In The Dark
by NotToBeMessedWith
Summary: Beka's run into some trouble, and needs a savior. Who else will but the daring, devilish Rosto? BekaRosto fic, T for some implications and thoughts. R&R!


_**Monday, June 25, 246 H.E.**_

**Just After Midnight**

I cannot believe what has happened to me. I thought I was smarter than that. But it did not turn out all bad. Good came of it.

But I am getting ahead of myself. It really began 3 days ago…

I was in the Daymarket. It was my day off, so I was stocking up on some rations, visiting my dust spinners, and feeding those gods-cursed pigeons. Slapper took a rather nasty bite out of my ear…again.

To my surprise, though, I found myself quite bored. With no more Shadow Snake and Crookshank dead, there was not much new information coming to my ears, no secrets to crack.

The only interesting thing was Rosto as the new Rogue. It was true, what he had said. From Tunstall, Goodwin, and my own birdies, the people of the Lower City and Cesspool were receiving better treatment, and having their grievances attended to.

I was still unsure about my feelings for the Rogue. He continuously tried to win my affections, and I had to keep telling myself, 'Bad, bad, bad, Rosto is bad for you, Rebakah Cooper." However, it was becoming harder each time.

Oh yes, I have forgotten to mention. Aniki has a new cove to love. Bold Brian, her friend, has now become what Ersken is to Kora. Rosto has pointed this out to me numerous times, to convince me to be his mot. It has just slipped my mind.
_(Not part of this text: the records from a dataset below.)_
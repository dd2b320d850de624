package server

import (
	"io"

	"github.com/labstack/echo/v4"

	"tripwell/export/bundle"
	"tripwell/store"
)

const zipKind = "application/zip"

// bundleTake sends the bundle of what the reader may see.
func (s *Server) bundleTake(c echo.Context) error {
	p, sc := person(c), scope(c)
	return s.sendBundle(c, sc, p.ID)
}

func (s *Server) ownBundle(c echo.Context) error {
	by, err := s.ownBy(c)
	if err != nil {
		return err
	}
	return s.sendBundle(c, ownerScope, by)
}

// sendBundle sends a bundle: site, from and to as of a workbook.
func (s *Server) sendBundle(c echo.Context, sc store.Scope, by string) error {
	if err := wholeLogs(sc); err != nil {
		return err
	}
	ask, name, err := s.workbookAsk(c, sc)
	if err != nil {
		return err
	}
	if err := s.exportTaken(c.Request().Context(), by, "bundle", ask.Site, ask.From, ask.To); err != nil {
		return err
	}
	return s.download(c, zipKind, "tripwell-"+name+".zip", func(w io.Writer) error {
		// Computing the workbook from the records sends nothing for a while: an empty write moves the deadlines on.
		stay := func(done, total int64) { _, _ = w.Write(nil) } // a broken line shows at the next write
		return bundle.Write(c.Request().Context(), w, s.store, sc, bundle.Ask{Site: ask.Site, From: ask.From, To: ask.To, Organisation: ask.Organisation, Progress: stay})
	})
}

// wholeLogs refuses a bundle to whoever sees a period only: it proves nothing about a part of a log.
func wholeLogs(sc store.Scope) error {
	if sc.Period != nil {
		return refuse(codeForbidden, "", "A bundle holds whole logs, and your access is for a period. Ask a manager to make the bundle for you, or take the workbook.")
	}
	return nil
}
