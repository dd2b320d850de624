package server

import (
	"context"
	"encoding/json"
	"errors"
	"fmt"
	"io"
	"io/fs"
	"log/slog"
	"net"
	"net/http"
	"net/url"
	"os"
	"sync"
	"syscall"

	"tripwell/store"
)

// Door is a command's way to the owner's face: through the socket of the server that runs on the folder, or in this
// process on a store opened for the command. Either way the same handlers answer, so a command has one path.
type Door struct {
	client *http.Client
	beside bool
	close  func() error
}

// OpenDoor asks the folder's socket first; where none answers it opens the store with open and closes it again in Close.
func OpenDoor(ctx context.Context, dir string, open func() (*store.Store, error)) (*Door, error) {
	path, err := socketPath(dir)
	if err != nil {
		return nil, fmt.Errorf("owner's door: %w", err)
	}
	var dialer net.Dialer
	dial := func(ctx context.Context, _, _ string) (net.Conn, error) { return dialer.DialContext(ctx, "unix", path) }
	conn, err := dial(ctx, "", "")
	switch {
	case err == nil:
		_ = conn.Close()
		t := &http.Transport{DialContext: dial}
		return &Door{client: &http.Client{Transport: t}, beside: true, close: func() error { t.CloseIdleConnections(); return nil }}, nil
	case errors.Is(err, fs.ErrPermission):
		return nil, refuse(codeForbidden, "", "The server on this folder belongs to another user of this machine. Run the command as that user.")
	case !errors.Is(err, fs.ErrNotExist) && !errors.Is(err, syscall.ECONNREFUSED) && !errors.Is(err, syscall.EINVAL):
		return nil, fmt.Errorf("owner's door: %w", err)
	}
	s, err := open()
	if err != nil {
		return nil, err
	}
	return inside(s)
}

// inside serves the owner's face within this process over pipes, which stream and cancel as a socket does.
func inside(s *store.Store) (*Door, error) {
	// Nobody else keeps a log here: what a reference stands for goes to standard error.
	faults := slog.New(slog.NewTextHandler(os.Stderr, &slog.HandlerOptions{Level: slog.LevelError}))
	srv, err := New(s, Options{Alone: true, Log: faults})
	if err != nil {
		return nil, errors.Join(err, s.Close())
	}
	pipes := newPipes()
	web := &http.Server{Handler: srv.OwnerHandler(), ReadHeaderTimeout: readHeaderTimeout}
	ended := make(chan error, 1)
	go func() { ended <- web.Serve(pipes) }()
	t := &http.Transport{DialContext: pipes.dial, DisableCompression: true}
	return &Door{client: &http.Client{Transport: t}, close: func() error {
		t.CloseIdleConnections()
		// Shutdown waits for handlers, which hold read transactions that Close of the store would wait for anyway.
		err := web.Shutdown(context.Background())
		<-ended
		return errors.Join(err, s.Close())
	}}, nil
}

// Beside reports whether a running server answers.
func (d *Door) Beside() bool { return d.beside }

// Close closes the store where this door opened it.
func (d *Door) Close() error { return d.close() }

// Ask sends one request to the owner's face ("/own/due") and gives the body of the answer, which the caller closes. An
// answer that is a refusal comes back as *store.Error.
func (d *Door) Ask(ctx context.Context, method, path string, query url.Values, body io.Reader) (io.ReadCloser, error) {
	address := url.URL{Scheme: "http", Host: "tripwell", Path: path, RawQuery: query.Encode()}
	req, err := http.NewRequestWithContext(ctx, method, address.String(), body)
	if err != nil {
		return nil, fmt.Errorf("ask %s: %w", path, err)
	}
	res, err := d.client.Do(req)
	if err != nil {
		return nil, fmt.Errorf("ask %s: %w", path, err)
	}
	if res.StatusCode == http.StatusOK {
		return res.Body, nil
	}
	defer res.Body.Close()
	var wrong wrongBody
	if err := json.NewDecoder(io.LimitReader(res.Body, 64<<10)).Decode(&wrong); err != nil || wrong.Error.Text == "" {
		return nil, fmt.Errorf("ask %s: the server answered %s", path, res.Status)
	}
	return nil, wrong.Error.refusal()
}

// Follow sends a request that takes long: progress (may be nil) hears how far it is, report takes the last line.
func (d *Door) Follow(ctx context.Context, method, path string, query url.Values, body io.Reader, progress func(done, total int64), report any) error {
	lines, err := d.Ask(ctx, method, path, query, body)
	if err != nil {
		return err
	}
	defer lines.Close()
	dec := json.NewDecoder(lines)
	for {
		var line struct {
			workLine
			Report json.RawMessage `json:"report"`
		}
		if err := dec.Decode(&line); err != nil {
			return fmt.Errorf("ask %s: the answer broke off: %w", path, err)
		}
		switch {
		case line.Error != nil:
			return line.Error.refusal()
		case line.Report != nil:
			return json.Unmarshal(line.Report, report)
		case line.Progress != nil && progress != nil:
			progress(line.Progress.Done, line.Progress.Total)
		}
	}
}

// refusal is a wire error as the store's own kind, so that a command treats both alike.
func (w Wrong) refusal() error { return &store.Error{Code: w.Code, Field: w.Field, Text: w.Text} }

// pipes is a listener whose connections begin in the same process.
type pipes struct {
	conns chan net.Conn
	gone  chan struct{}
	once  sync.Once
}

func newPipes() *pipes { return &pipes{conns: make(chan net.Conn), gone: make(chan struct{})} }

func (p *pipes) dial(ctx context.Context, _, _ string) (net.Conn, error) {
	here, there := net.Pipe()
	select {
	case p.conns <- there:
		return here, nil
	case <-p.gone:
		return nil, net.ErrClosed
	case <-ctx.Done():
		return nil, ctx.Err()
	}
}

func (p *pipes) Accept() (net.Conn, error) {
	select {
	case c := <-p.conns:
		return c, nil
	case <-p.gone:
		return nil, net.ErrClosed
	}
}

func (p *pipes) Close() error   { p.once.Do(func() { close(p.gone) }); return nil }
func (p *pipes) Addr() net.Addr { return pipeAddr{} }

type pipeAddr struct{}

func (pipeAddr) Network() string { return "pipe" }
func (pipeAddr) String() string  { return "pipe" }
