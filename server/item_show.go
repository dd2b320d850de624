package server

import (
	"cmp"

	"tripwell/forms"
	"tripwell/store"
)

// itemsShown lists portable items that are not where they belong: those of a depot that are elsewhere, or those of other
// depots that are at a site.
type itemsShown struct {
	Heading string
	Rows    []itemRow
}

// itemRow is one item with where it is and when somebody last met it there.
type itemRow struct {
	Href, Name, Tag, Kind, Place, Said, Tested, Next string
	Late                                             bool
}

// itemsOfSite gives both lists of a site; the list of those elsewhere is made of the site's own rows, which its page has read.
func (s *Server) itemsOfSite(v *store.View, site store.Site, elsewhere []store.DeviceRow) (out []itemsShown, err error) {
	k, today := s.ink(), s.today(site)
	var away, here []itemRow
	for _, d := range elsewhere {
		w, err := v.Whereabouts(d)
		if err != nil {
			return nil, err
		}
		away = append(away, s.itemRow(v, w, s.siteAt(w), today))
	}
	guests, err := v.ItemsHere(site.ID)
	if err != nil {
		return nil, err
	}
	for _, w := range guests {
		here = append(here, s.itemRow(v, w, joined(k.say("office.item.of", "depot", w.Depot.Name), w.Item.Where), today))
	}
	if len(away) > 0 {
		out = append(out, itemsShown{k.say("office.item.elsewhere", "n", len(away)), away})
	}
	if len(here) > 0 {
		out = append(out, itemsShown{k.say("office.item.here", "n", len(here)), here})
	}
	return out, nil
}

func (s *Server) itemRow(v *store.View, w store.Whereabouts, place string, today forms.Day) itemRow {
	k, d := s.ink(), w.Item
	row := itemRow{Href: "/devices/" + d.ID, Name: s.spot(d), Tag: k.tag(d.Tag), Kind: k.named("kind", d.Kind), Place: place, Said: s.saidThere(v, w, today), Tested: dash}
	if row.Kind == row.Name {
		row.Kind = ""
	}
	if w.Tested != forms.NoDay {
		row.Tested = k.near(w.Tested, today)
	}
	row.Next, row.Late = s.nextOf(d, today)
	return row
}

// saidThere says since when an item is where it is, and who said so.
func (s *Server) saidThere(v *store.View, w store.Whereabouts, today forms.Day) string {
	if w.Said.IsZero() {
		return ""
	}
	return s.words.Say("office.item.since", "day", s.ink().near(forms.DayOf(w.Said.In(w.Depot.Location())), today), "by", s.personName(v, w.By))
}

// siteAt names where an item is: the site, and the spot there in words.
func (s *Server) siteAt(w store.Whereabouts) string {
	if w.At.ID == "" {
		return cmp.Or(w.Item.Where, s.words.Say("office.item.at_depot", "depot", w.Depot.Name))
	}
	return joined(cmp.Or(w.At.Name, s.words.Say("office.item.unseen_site")), w.Item.Where)
}

// whereNow says of a portable item in a list where to look for it; "" of anything that has a place. names holds the sites
// the reader sees, by id.
func (s *Server) whereNow(d store.DeviceRow, names map[string]string) string {
	switch {
	case !forms.IsPortable(d.Kind) || d.Place.ID != "":
		return ""
	case d.AtSite != "":
		return s.words.Say("office.item.now_at", "place", joined(cmp.Or(names[d.AtSite], s.words.Say("office.item.unseen_site")), d.Where))
	}
	return d.Where
}

// itemFacts are the register's lines about where an item belongs and where it is.
func (s *Server) itemFacts(v *store.View, d store.Device, today forms.Day) ([]fact, error) {
	if !forms.IsPortable(d.Kind) || d.Place.ID != "" {
		return nil, nil
	}
	w, err := v.Whereabouts(d.DeviceRow)
	if err != nil {
		return nil, err
	}
	k := s.ink()
	out := []fact{{Name: k.say("office.item.belongs"), Value: w.Depot.Name, Href: siteHref(w.Depot)},
		{Name: k.say("office.device.field.where"), Value: joined(s.siteAt(w), s.saidThere(v, w, today))}}
	if w.At.Code != "" {
		out[1].Href = siteHref(w.At)
	}
	return out, nil
}

// formerFact names the record a device was kept under before, where the reader sees it.
func (s *Server) formerFact(v *store.View, d store.Device, today forms.Day) []fact {
	id, _ := d.Fields["formerly"].(string)
	was, err := v.Device(id, today)
	if err != nil {
		return nil // of a site that is not the reader's, or never registered here
	}
	return []fact{{Name: s.words.Say("office.device.field.formerly"), Value: joined(s.spot(was.DeviceRow), was.SiteName), Href: "/devices/" + was.ID}}
}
Anyway, I soon left the Daymarket, figuring I would go visit Granny Fern. I am now cursing myself for being such a cracknob. I wanted to save time, so I went through the back alleys. Mayhap I was thinking I had my baton, which of course I didn't.

A few alleyways down, I stopped to stretch out my cramping right calf. I shut my eyes and breathed out deeply through my nose. But I soon cut it off, as I felt the cold touch of blade steel at my neck.

"Don't you move, you pox-rotted doxie," hissed a voice from over my head. I opened my eyes very slowly. Another cove stood in front of me, a dangerously curved rapier in his hands. Near-black eyes stared evilly at me from a Bahzir's face. He had a look of mania about him the sent fearful shivers up my spine.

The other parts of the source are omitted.